Decisions and Intense Feelings

Additional Information on Chapter 4, page 46

A great challenge that Elizabeth and I have encountered in conducting seminars is that so many participants have trouble understanding that logic and emotions are not mutually exclusive qualities. Stated another way, it is quite possible to have intense emotions and still make logical decisions. Another way of saying it would be, it is quite possible to have a relationship in which each partner has powerful emotions for the other.  These intense emotions, however, in no way eliminate the possibility of stepping back from time to time and, with a keen eye and a level head, examining what is going on.

In many walks of life people are encouraged to avoid important decisions when they are experiencing intense emotions. Let’s provide a business example and then explore some other settings where this axiom is applied.

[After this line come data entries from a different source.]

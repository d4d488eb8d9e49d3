package store_test

import (
	"context"
	"fmt"
	"log"
	"os"
	"path/filepath"
	"strings"
	"time"

	"ringbook/snubber"
	"ringbook/store"
)

// A trial is logged, another is imported, and the history is read back.
func Example() {
	dir, err := os.MkdirTemp("", "bench")
	if err != nil {
		log.Fatal(err)
	}
	defer os.RemoveAll(dir)
	ctx := context.Background()
	lb, err := store.Open(ctx, filepath.Join(dir, "ringbook.db"))
	if err != nil {
		log.Fatal(err)
	}
	defer lb.Close()

	id, err := lb.Add(ctx, snubber.Trial{
		Board: "Kestrel", Revision: "B", At: time.Date(2026, 3, 1, 9, 30, 0, 0, time.UTC),
		Network:  snubber.Network{Kind: snubber.Bare},
		Readings: []snubber.Reading{{Quantity: snubber.RingHz, Value: 38.7e6, U: 0.1e6}},
	})
	if err != nil {
		log.Fatal(err)
	}
	sheet := strings.NewReader("board,revision,network,c,ring_hz,ring_hz_u,at\n" +
		"Kestrel,B,c,470p,19.7 MHz,0.1M,2026-03-01T09:40:00Z\n" +
		"Kestrel,B,c,1n,14.6 MHz,0.1M,2026-03-01T09:50:00Z\n")
	if _, err := lb.AddAll(ctx, store.ReadCSV(sheet), nil); err != nil {
		log.Fatal(err)
	}
	if err := lb.Strike(ctx, store.ShortID(id), "probe was on its 1x setting"); err != nil {
		log.Fatal(err)
	}
	for t, err := range lb.Trials(ctx, store.Scope{Board: "Kestrel", IncludeStruck: true}) {
		if err != nil {
			log.Fatal(err)
		}
		ring, _ := t.Reading(snubber.RingHz)
		fmt.Printf("%s %-4s %4.0f pF  %.1f MHz\n", t.At.Format("15:04"), t.Network.Kind, t.Network.C*1e12, ring.Value/1e6)
		if t.Struck != "" {
			fmt.Println("      struck:", t.Struck)
		}
	}
	// Output:
	// 09:30 bare    0 pF  38.7 MHz
	//       struck: probe was on its 1x setting
	// 09:40 c     470 pF  19.7 MHz
	// 09:50 c    1000 pF  14.6 MHz
}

Brad Sugars (as of this writing) is a 38 year old businessman from Australia now living in Las Vegas.  When I attended a seminar conducted by Brad in 2007, he was worth several hundred million dollars and climbing toward billionaire status.  Brad during his relatively brief sojourn on this earth has purchased, built to profitability and sold 42 businesses.  He has also bought and sold hundreds of properties.

During one phase of his presentation Brad declared “Rules are made to be . . .”  Someone from the audience hollers out “broken!”  Brad’s response was surprise and mild irritation. “No,” he says, “rules are made to be followed!” “I have achieved my modest fortune by following the rules, and one of the most important is, never make important decisions when emotionally aroused.  If I see a property that excites me I would never purchase that property until I had coolly and rationally determined whether the property had solid potential to be financially profitable.”

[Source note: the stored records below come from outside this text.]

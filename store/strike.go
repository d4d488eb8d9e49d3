package store

import (
	"context"
	"database/sql"
	"fmt"
	"strings"
	"time"

	"ringbook/snubber"
)

// shortLength is how many characters ShortID keeps, and leastID how many find a trial. They are counted from the id's
// end: the beginning of a UUID version 7 is its time, which trials of one sitting share; the end is random.
const (
	shortLength = 8
	leastID     = 6
)

// ShortID is the end of a trial's id, by which a person may name it. Of ten thousand trials the chance that any two share
// theirs is about 1 %; naming one of such two is an error that shows both ids in full.
func ShortID(id string) string {
	if len(id) <= shortLength {
		return id
	}
	return id[len(id)-shortLength:]
}

// Trial gives one trial, struck or not, by its id or by the last 6 or more characters of it. Errors are of kind
// ErrNoTrial where there is none.
func (lb *Logbook) Trial(ctx context.Context, id string) (snubber.Trial, error) {
	seq, _, err := aTrial.find(ctx, lb.db, id)
	if err != nil {
		return snubber.Trial{}, explain(lb.path, err)
	}
	for t, err := range lb.stream(ctx, "SELECT seq, at FROM trial WHERE seq = ?", []any{seq}) {
		return t, err
	}
	return snubber.Trial{}, aTrial.none(id)
}

// Strike marks a trial as wrong, with the reason. The trial stays readable, and leaves every fit. It is named as for
// Trial. Errors are of kind ErrNoTrial, or ErrStruck where it was struck before.
func (lb *Logbook) Strike(ctx context.Context, id, because string) error {
	if strings.TrimSpace(because) == "" {
		return fmt.Errorf("strike trial %s: no reason given; say what was wrong with it", quote(id))
	}
	if err := checkText("reason", because); err != nil {
		return fmt.Errorf("strike trial %s: %w", quote(id), err)
	}
	if len(because) > maxText {
		return fmt.Errorf("strike trial %s: the reason has %d bytes; it may have %d", quote(id), len(because), maxText)
	}
	err := lb.write(ctx, func(w *writer) error {
		seq, full, err := aTrial.find(ctx, w.conn, id)
		if err != nil {
			return err
		}
		var was string
		err = w.conn.QueryRowContext(ctx, `SELECT because FROM strike WHERE trial = ? ORDER BY at, id LIMIT 1`, seq).Scan(&was)
		switch {
		case err == nil:
			return fmt.Errorf("trial %s is %w (%s); it needs no second strike", full, ErrStruck, quote(was))
		case err != sql.ErrNoRows:
			return err
		}
		return w.strike(ctx, seq, full, time.Now(), because)
	})
	if err != nil {
		return fmt.Errorf("strike trial %s: %w", quote(id), err)
	}
	return nil
}

type querier interface {
	QueryContext(ctx context.Context, query string, args ...any) (*sql.Rows, error)
}

// nameable is a kind of row that a person may name by the end of its id.
type nameable struct {
	table string // and the word for it
	kind  error  // where there is none
	ids   string // where a person finds them
}

var (
	aTrial    = nameable{"trial", ErrNoTrial, "its history"}
	aDecision = nameable{"decision", ErrNoDecision, "its view decision_table"}
)

// find is the row number and the full id of the row that id names.
func (e nameable) find(ctx context.Context, db querier, id string) (seq int64, full string, err error) {
	end := strings.ToLower(strings.TrimSpace(id))
	if len(end) < leastID || len(end) > 36 || strings.Trim(end, "0123456789abcdef-") != "" {
		return 0, "", fmt.Errorf("%s %s: %w: name a %s by its id, or by the last %d or more characters of it", e.table, quote(id), e.kind, e.table, leastID)
	}
	rows, err := db.QueryContext(ctx, `SELECT seq, id FROM `+e.table+` WHERE substr(id, ?) = ? ORDER BY id LIMIT 4`, -len(end), end)
	if err != nil {
		return 0, "", err
	}
	defer rows.Close()
	var found []string
	for rows.Next() {
		if err := rows.Scan(&seq, &full); err != nil {
			return 0, "", err
		}
		found = append(found, full)
	}
	switch {
	case rows.Err() != nil:
		return 0, "", rows.Err()
	case len(found) == 0:
		return 0, "", e.none(id)
	case len(found) > 1:
		return 0, "", fmt.Errorf("%s %s: more than one id ends so: %s; give more of it", e.table, quote(id), strings.Join(found, ", "))
	}
	return seq, full, nil
}

func (e nameable) none(id string) error {
	return fmt.Errorf("%s %s: %w in this logbook; see the ids in %s", e.table, quote(id), e.kind, e.ids)
}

Most people, at one time or another, have experienced the “keen eye and cool head” referred to above.  A method I frequently use in class is to pose the following situations:

First I say, “I want to describe two different scenarios.  After I have described them you tell me which one will yield better results:”

Scenario A: Two of your close friends who are dating come to you to listen and advise them concerning a problem they are experiencing.

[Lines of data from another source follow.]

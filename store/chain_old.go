package store

import (
	"context"
	"database/sql"
	"errors"
	"fmt"

	"github.com/google/uuid"
)

// oldLogbooks is the name space (RFC 9562, 5.5) of ids that are made from what an older logbook holds, so that two copies
// of it moved forward apart are the same logbook with the same chain.
var oldLogbooks = uuid.MustParse("5f3c1d5e-6a0b-5e0e-9d1c-52494e474241")

// finish is what a migration to schema does besides its script, in the same transaction.
func finish(ctx context.Context, conn *sql.Conn, schema int) error {
	if schema != 4 {
		return nil
	}
	if err := chainOld(ctx, conn); err != nil {
		return fmt.Errorf("chain what is logged: %w", err)
	}
	return nil
}

// chainOld gives the logbook its id, and chains its trials, strikes and decisions in the order of their tables, and what
// its boards state as corrections without a time.
func chainOld(ctx context.Context, conn *sql.Conn) error {
	id, err := oldID(ctx, conn)
	if err != nil {
		return err
	}
	w := newWriter(conn)
	defer w.closeStatements()
	if _, err := w.insert(ctx, `INSERT INTO logbook (n, id) VALUES (1, ?)`, id); err != nil {
		return err
	}
	if err := stateOld(ctx, w); err != nil {
		return err
	}
	for _, kind := range []string{trialKind, strikeKind, decisionKind} {
		if err := w.chainTable(ctx, kind); err != nil {
			return err
		}
	}
	return w.finish(ctx)
}

// oldID is made of the first trial's id; where there is none, it is new.
func oldID(ctx context.Context, conn *sql.Conn) (string, error) {
	var first string
	err := conn.QueryRowContext(ctx, `SELECT id FROM trial ORDER BY seq LIMIT 1`).Scan(&first)
	if errors.Is(err, sql.ErrNoRows) {
		ids, err := newIDs(1)
		if err != nil {
			return "", err
		}
		return ids[0], nil
	}
	return uuid.NewSHA1(oldLogbooks, []byte(first)).String(), err
}

// stateOld makes a correction of each board and revision on file.
func stateOld(ctx context.Context, w *writer) error {
	rows, err := w.conn.QueryContext(ctx, `SELECT name, '', ifnull(device_v, 0), ifnull(note, ''), id, 0 FROM board
UNION ALL SELECT b.name, v.name, 0, ifnull(v.note, ''), b.id, v.id FROM revision v JOIN board b ON b.id = v.board ORDER BY 5, 6`)
	if err != nil {
		return err
	}
	defer rows.Close()
	var all []loggedCorrection
	for rows.Next() {
		var c loggedCorrection
		var ignored int64
		if err := rows.Scan(&c.board, &c.revision, &c.deviceV, &c.note, &ignored, &ignored); err != nil {
			return err
		}
		e := entry{correction: &c}
		c.id = uuid.NewSHA1(oldLogbooks, e.text(nil)).String()
		all = append(all, c)
	}
	if err := errors.Join(rows.Err(), rows.Close()); err != nil {
		return err
	}
	for i := range all {
		if err := w.addCorrection(ctx, &all[i], nil); err != nil {
			return err
		}
	}
	return nil
}

// chainTable chains every row of a kind's table.
func (w *writer) chainTable(ctx context.Context, kind string) error {
	var last, n int64
	if err := w.conn.QueryRowContext(ctx, `SELECT ifnull(max(seq), 0) FROM `+kind).Scan(&last); err != nil {
		return err
	}
	r := newEntryReader(w.conn)
	for row, err := range r.rows(ctx, kind, 1, last) {
		if err != nil {
			return err
		}
		if err := w.chain(ctx, row.entry, row.seq, nil); err != nil {
			return err
		}
		if n++; kind == trialKind {
			if err := w.index(ctx, row.seq, len(row.trial.Part)+len(row.trial.Note)); err != nil {
				return err
			}
		}
	}
	return nil
}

Scenario B: You and your romantic partner are experiencing an identical problem as your friends in Scenario A.

Is it easier to work on your friends’ problems, or is it easier to work on your own?

The unanimous answer I have received over the years is: “It is easier to work on the friends’ problem.”

Next, I ask them, “Why is that?”

A composite of the many answers I have received runs something like this: When you are working on your friends’ problem you are calm, rational, listening carefully and trying to gain insight as to how your friends might resolve their issue.  When you work on your own problem you are typically upset, defensive, perhaps sensitive or needy and your discussion is so emotionally fraught that you don’t have a chance of coming to resolution.

That answer is, of course, right on.

So, let’s make an application to important decisions about relationships—particularly romantic relationships where a choice to continue the move toward marriage or to break off the relationship is imminent.

Are partners likely to be emotional when in this type of situation? Absolutely!  They have by this time pretty much experienced the entire array of positive and negative emotions associated with any romantic relationship that encounters the standard array of challenges.  Now if they make a decision about the relationship following a fight how valid is their decision likely to be?  Likewise, if they make a decision following an intensely romantic and wonderful evening, would a decision at that time be any more valid.  It is likely that the emotions of the moment would generate opposite decisions, but both decisions would be flawed.

So, what is the better answer?  First, we would suggest that with the “keen eye and the cool head” that they read through The Compatibility Code and apply the principles presented to issues in their own relationship.  All relationships experience positive and negative emotions, but the urgent questions is, “Are these positive and negative emotions part of the fabric of any relationship, or, do they represent red flags or disqualifiers?

The most frequent issue that couples present to us is, “We’re not clear whether or not this is a serious concern.”

They are certainly asking the right question.  In some instances the book will provide clear answers. In others a session with a counselor might provide better clarity.

However, even with a cool head and a keen eye, your judgment may be flawed.  We all view the world through our own “interpretive filters” and are subject to blind spots—every one of us.  That is why it may be important to consult a counselor or a wise, objective friend who is able to see things you cannot and assist you through them.

In Sum:

  • Don’t make important decisions when emotionally aroused—particularly decisions that have long-term consequences.
  • On relational issues, read The Compatibility Code and make personal application to assess the likelihood of a long-term successful relationship with your partner.
  • Make your choice to marry in the cool absence of emotion.  Once the choice is made be as outrageously creative and romantic in your style of proposal as you like.
  • Recognize your own interpretive filters.  Seek input from a counselor or wise, experienced, objective friends when you’re not sure.